I tell him that I had to catch myself from feeling put out on the second night at the hotel when the U2 crew were only given a cordoned-off area in the bar, instead of the whole bar to ourselves like the first night. How had I become so arrogant in the space of two days?
“Good question. We all have that tendency to enjoy being made a fuss of. It’s a Seamus Heaney phrase, ‘creeping privilege’ — you have got to look out for it because it can turn you into a monster, or somebody who needs help, a victim. And you don’t want to be that.” He laughs his wise laugh.
“That is the good thing about being a band member, we all spot each other’s tendencies to go off track. We are peers and equals. Solo artists have no peers or equals.”
Do they actually criticize each other? “It generally doesn’t have to be said, it just becomes clear. That’s the nature of our band culture, things get figured out. There have been very few times when we’ve had to have what you might call an intervention. It’s what friends do for each other, because that’s what we are, a bunch of friends.”

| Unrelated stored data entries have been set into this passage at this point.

/** Where Fortran finds a module, and a procedure outside of modules. */
import type { ImportStmt } from '../../program/nodes.ts';
import { join, parent } from '../../text/paths.ts';
import type { FileSource } from '../frontend.ts';

const ending = /\.(?:f90|f95|f03|f08|f|for|ftn)$/i;
/** Modules of the language and of libraries whose sources are seldom at hand. */
const foreign = /^(?:iso_fortran_env|iso_c_binding|ieee_\w+|omp_lib\w*|openacc|mpi|mpi_f08|netcdf|hdf5|pio|esmf|f90_unix\w*)$/;
/** Folders with more files are not searched line by line. */
const mostFiles = 200;

/** The file that defines a module: of its name beside the script, in a folder beside or below; else the one in its folder that says so. */
export function resolveModule(file: string, statement: ImportStmt, name: string | undefined, source: FileSource): string | undefined {
  const module = statement.module.toLowerCase();
  if (name !== undefined || foreign.test(module)) return undefined;
  if (defines(source.read(file) ?? '', module)) return undefined;
  const folders = foldersAround(file, source);
  return named(folders, module, file, source) ?? saying(folders.slice(0, 1), module, file, source);
}

/** The file of a procedure that stands in none: one that has its name. */
export function neighbourOf(file: string, name: string, source: FileSource): string | undefined {
  return /^[a-z]\w{2,}$/.test(name) ? named(foldersAround(file, source), name, file, source) : undefined;
}

/** The folder of a file, then those beside it and below it. */
function foldersAround(file: string, source: FileSource): readonly string[] {
  const folder = parent(file);
  const above = parent(folder);
  const inside = (at: string): readonly string[] => source.list(at).filter((name) => /^[A-Za-z]\w*$/.test(name)).map((name) => join(at, name));
  return [...new Set([folder, ...(above === folder ? [] : [above, ...inside(above)]), ...inside(folder)])];
}

function named(folders: readonly string[], name: string, file: string, source: FileSource): string | undefined {
  for (const folder of folders) {
    const found = source.list(folder).find((each) => ending.test(each) && each.replace(ending, '').toLowerCase() === name);
    const path = found === undefined ? undefined : join(folder, found);
    if (path !== undefined && path !== file) return path;
  }
  return undefined;
}

function saying(folders: readonly string[], module: string, file: string, source: FileSource): string | undefined {
  for (const folder of folders) {
    const files = source.list(folder).filter((each) => ending.test(each));
    if (files.length > mostFiles) continue;
    const found = files.map((each) => join(folder, each)).find((path) => path !== file && defines(source.read(path) ?? '', module));
    if (found !== undefined) return found;
  }
  return undefined;
}

function defines(text: string, module: string): boolean {
  return new RegExp(`^[ \\t]*module[ \\t]+${module}[ \\t]*(?:!|;|\\r|$)`, 'im').test(text);
}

It was their first manager, Paul McGuinness, who looked after the band for 35 years, who suggested very early on that the band should split everything equally. This levelling seems to have kept them together. So many bands split up because of egomania and rivalry.
“It was a piece of genuine wisdom. It took us about three minutes to consider and go, ‘Yes, that’s a good idea.’ ”
When the train pulls into Penn station, we head off in opposite directions. I’m already sad to leave behind the cocoon, my rock’n’roll family. What if this really is the end?